Creative Commons / http://j.mp/1SPGCl0
The Michigan Department of Education is considering introducing a new annual standardized test for students.

Michigan may soon be making changes to student testing. 

The state's Department of Education is considering adding  a standardized test that would go beyond what's included on the Michigan Student Test of Educational Progress (or M-STEP), which was implemented during the 2014-2015 school year. 

It would focus on testing students’ abilities to be critical thinkers, to problem solve, and to communicate ideas, among other skills. The focus on these skills is part of MDE's plan to make Michigan a top 10 education state in the next 10 years.

The assessment would take place multiple times a year to better track student progress, according to State Superintendent Brian Whiston. Whiston said this type of assessment is necessary to track student progress in meeting those "top 10 in 10" goals. 

“If that’s what we want students to look like and we align our classrooms to that, then we ought to have an assessment system aligned to it as well,” he said. “And so we want problem solving, we want to be able to test writing, communication skills, and being able to work independently and as teams."

The new assessment wouldn’t completely replace the M-STEP. Instead, it would reduce the number of times students take the current test to just once in elementary school and once in middle school. 

But at a State Board of Education meeting Tuesday, some board members asked why the state wants to again make changes to testing. 

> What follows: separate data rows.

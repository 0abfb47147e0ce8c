"""Filling reels and bars one after another: first-fit decreasing, and exact completion of small jobs.

All in whole numbers. A piece of length l cut with a kerf k takes l + k of a reel of length S taken as S + k,
because the last piece needs no cut behind it when it ends flush: sum(l + k) <= S + k.
"""

from bisect import bisect_right
from collections.abc import Iterator
from dataclasses import dataclass
from functools import cached_property

import numpy as np

__all__ = ["Job", "Reel", "complete", "cost_of", "count_bound", "count_of", "first_fit_decreasing", "length_bound"]


@dataclass(frozen=True)
class Job:
    """One cutting job in whole numbers.

    Parameters
    ----------
    sizes : tuple of int
        What each kind of piece takes, kerf included; rising, all different, all above zero.
    demand : tuple of int
        How many of each kind.
    capacities : tuple of int
        What each sold length holds, one kerf included; rising.
    costs : tuple of int
        What each sold length counts in the sum to be least; rising.
    """

    sizes: tuple[int, ...]
    demand: tuple[int, ...]
    capacities: tuple[int, ...]
    costs: tuple[int, ...]

    @cached_property
    def taken(self) -> int:
        """All that the pieces take together."""
        return sum(size * count for size, count in zip(self.sizes, self.demand, strict=True))

    def least(self, demand: tuple[int, ...]) -> "Job":
        """Return the same job with other counts, kinds that are not wanted kept."""
        return Job(self.sizes, demand, self.capacities, self.costs)

    def shortest_for(self, taken: int) -> int:
        """Return the place of the cheapest sold length that holds `taken`."""
        return next(place for place, capacity in enumerate(self.capacities) if capacity >= taken)


@dataclass(frozen=True)
class Reel:
    """`times` reels or bars of one sold length, all filled alike."""

    stock: int
    cuts: tuple[tuple[int, int], ...]  # (kind, how many), rising kinds
    times: int


def cost_of(job: Job, reels: list[Reel]) -> int:
    """Return what the reels cost."""
    return sum(job.costs[reel.stock] * reel.times for reel in reels)


def count_of(reels: list[Reel]) -> int:
    """Return how many reels there are."""
    return sum(reel.times for reel in reels)


def length_bound(job: Job) -> int:
    """Return the cost that no plan can be under, from the sum of the lengths alone.

    A reel of capacity C and cost c holds at most C, so that every unit of length costs at least the least c / C.
    """
    return min(-(-job.taken * cost // capacity) for capacity, cost in zip(job.capacities, job.costs, strict=True))


def count_bound(job: Job) -> int:
    """Return the number of reels that no plan can be under.

    Pieces of over half a reel lie one to a reel, and of the others only what they leave free is to be had. For each
    size a up to half a reel: pieces over C - a stand alone, those over C / 2 have one reel each, and pieces from a to
    C / 2 go into what is left of the latter or into more reels.

    Notes
    -----
    Bound L2 of Martello, S. and Toth, P., "Lower bounds and reduction procedures for the bin packing problem",
    Discrete Applied Mathematics 28 (1990).
    """
    room = job.capacities[-1]
    size, number = np.array(job.sizes, dtype=np.int64), np.array(job.demand, dtype=np.int64)
    many = np.concatenate([[0], np.cumsum(number)])
    long = np.concatenate([[0], np.cumsum(size * number)])
    half = int(np.searchsorted(size, room // 2, side="right"))
    start = np.arange(half + 1)  # the first kind that is looked at; `half`: none of the small ones
    alone = np.searchsorted(size, room - np.append(size[:half], 0), side="right")
    paired = many[alone] - many[half]
    free = paired * room - (long[alone] - long[half])
    more = -((free - (long[half] - long[start])) // room)
    return int(np.max(many[-1] - many[half] + np.maximum(more, 0)))


class _Shelf:
    """The pieces still to be cut, from which the longest that fits is found quickly."""

    def __init__(self, sizes: tuple[int, ...], demand: tuple[int, ...]) -> None:
        self.sizes = sizes
        self.left = list(demand)
        # below[i + 1]: a kind at or below i that may still be there (a disjoint-set forest; 0: none)
        self.below = list(range(len(sizes) + 1))

    def longest(self, room: int, under: int) -> int:
        """Return the longest kind below `under` that fits in `room`, or -1."""
        root, trail = min(under, bisect_right(self.sizes, room)), []
        while root and (self.below[root] != root or not self.left[root - 1]):
            trail.append(root)
            root = min(self.below[root], root - 1)
        for place in trail:
            self.below[place] = root
        return root - 1

    def fill(self, room: int) -> list[tuple[int, int]]:
        """Return what first-fit decreasing puts into one reel, longest first."""
        cuts = []
        kind = self.longest(room, len(self.sizes))
        while kind >= 0:
            number = min(self.left[kind], room // self.sizes[kind])
            room -= number * self.sizes[kind]
            cuts.append((kind, number))
            kind = self.longest(room, kind)
        return cuts


def first_fit_decreasing(job: Job, *, stock: int = -1) -> list[Reel]:
    """Return the reels that first-fit decreasing makes of one sold length, each then shortened if it can be.

    Longest pieces first, each into the first reel that has room. Filled reel by reel, and reels that come out
    alike are counted together, so that the work follows the number of kinds and not that of pieces.

    Parameters
    ----------
    stock : int
        Place of the sold length; the longest by default. It must hold the longest piece.

    Notes
    -----
    Johnson, D. S., Demers, A., Ullman, J. D., Garey, M. R. and Graham, R. L., "Worst-case performance bounds for
    simple one-dimensional packing algorithms", SIAM J. Comput. 3 (1974): at most 11/9 of the least, and a few.
    """
    shelf = _Shelf(job.sizes, job.demand)
    reels = []
    while cuts := shelf.fill(job.capacities[stock]):
        times = min(shelf.left[kind] // number for kind, number in cuts)
        for kind, number in cuts:
            shelf.left[kind] -= number * times
        taken = sum(job.sizes[kind] * number for kind, number in cuts)
        reels.append(Reel(job.shortest_for(taken), tuple(reversed(cuts)), times))
    return reels


class _Search:
    """Depth-first completion of a small job, a reel at a time, with a bound on the work."""

    def __init__(self, job: Job, under: int, work: int) -> None:
        self.job = job
        self.best_cost = under
        self.best: list[Reel] | None = None
        self.work = work
        self.left = list(job.demand)
        self.reels: list[Reel] = []

    def run(self, taken: int, cost: int) -> None:
        """Fill reels with what is left, `taken` in all, after reels of `cost`."""
        if taken == 0:
            self.best_cost, self.best = cost, list(self.reels)
            return
        for reel, used in self._fillings(taken, cost):
            ahead = cost + self.job.costs[reel.stock]
            if self.work < 0 or taken - used > self._holds(ahead):
                continue  # the best may have come down since the fillings were listed
            self.reels.append(reel)
            for kind, number in reel.cuts:
                self.left[kind] -= number
            self.run(taken - used, ahead)
            for kind, number in reel.cuts:
                self.left[kind] += number
            self.reels.pop()

    def _holds(self, cost: int) -> int:
        """Return the greatest length that reels can hold which, with `cost`, stay under the best cost; or -1."""
        spare = self.best_cost - 1 - cost
        job = self.job
        return max(spare * room // each for room, each in zip(job.capacities, job.costs, strict=True))

    def _fillings(self, taken: int, cost: int) -> list[tuple[Reel, int]]:
        """Return the full reels that hold the longest piece left, and what they take, best used first.

        Every reel of a best plan can be taken to be full (nothing left would still fit), and one of them holds
        the longest piece: branching on that one alone meets each plan once. A reel that wastes so much that what
        is left could no longer beat the best is passed over.
        """
        job, left = self.job, self.left
        kinds = [kind for kind, number in enumerate(left) if number]
        longest = kinds[-1]
        found = []
        left[longest] -= 1
        for stock, capacity in enumerate(job.capacities):
            room = capacity - job.sizes[longest]
            least = taken - self._holds(cost + job.costs[stock])
            if room < 0 or least > capacity:
                continue
            for cuts, spare in self._full(kinds, room, capacity - least):
                mine = dict(cuts)
                mine[longest] = mine.get(longest, 0) + 1
                if job.shortest_for(capacity - spare) == stock:
                    found.append((Reel(stock, tuple(sorted(mine.items())), 1), capacity - spare))
        left[longest] += 1
        found.sort(key=lambda option: (-option[1] / job.costs[option[0].stock], option[0].stock))
        return found

    def _full(self, kinds: list[int], room: int, waste: int) -> Iterator[tuple[list[tuple[int, int]], int]]:
        """Yield every full choice of `kinds` that leaves `waste` at most, and the room it leaves."""
        self.work -= 1
        if self.work < 0:
            return
        if not kinds:
            if room <= waste:
                yield [], room
            return
        *shorter, kind = kinds
        size, number = self.job.sizes[kind], self.left[kind]
        if room - sum(self.job.sizes[k] * self.left[k] for k in kinds) > waste:
            return  # all that is left would not fill it
        for chosen in range(min(number, room // size), -1, -1):
            for cuts, spare in self._full(shorter, room - chosen * size, waste):
                if chosen == number or spare < size:
                    yield ([*cuts, (kind, chosen)] if chosen else cuts), spare


def complete(job: Job, *, under: int, work: int) -> tuple[list[Reel] | None, bool]:
    """Look through all plans of a small job for one that costs less than `under`.

    Parameters
    ----------
    under : int
        A cost already reached.
    work : int
        How many steps may be taken. Counted in steps and not in seconds, so that a design comes out the same
        on every machine.

    Returns
    -------
    reels : list of Reel or None
        The cheapest plan found, or None where none is under `under`.
    exhausted : bool
        Whether everything was looked through, which proves the answer least.

    Notes
    -----
    Korf, R. E., "A new algorithm for optimal bin packing", Proc. AAAI (2002), calls this bin completion.
    """
    search = _Search(job, under, work)
    search.run(job.taken, 0)
    return search.best, search.work >= 0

Vanessa Keesler is the Deputy Superintendent at MDE and says she understands these concerns, but that the changes will help minimize testing time and get information to parents and teachers more quickly.

“Michigan has been in a time of change around standards and assessments like many states in the last few years,” she said. “So, I think those fears are normal but we certainly want to reiterate our commitment to our rigorous career and college ready standards.”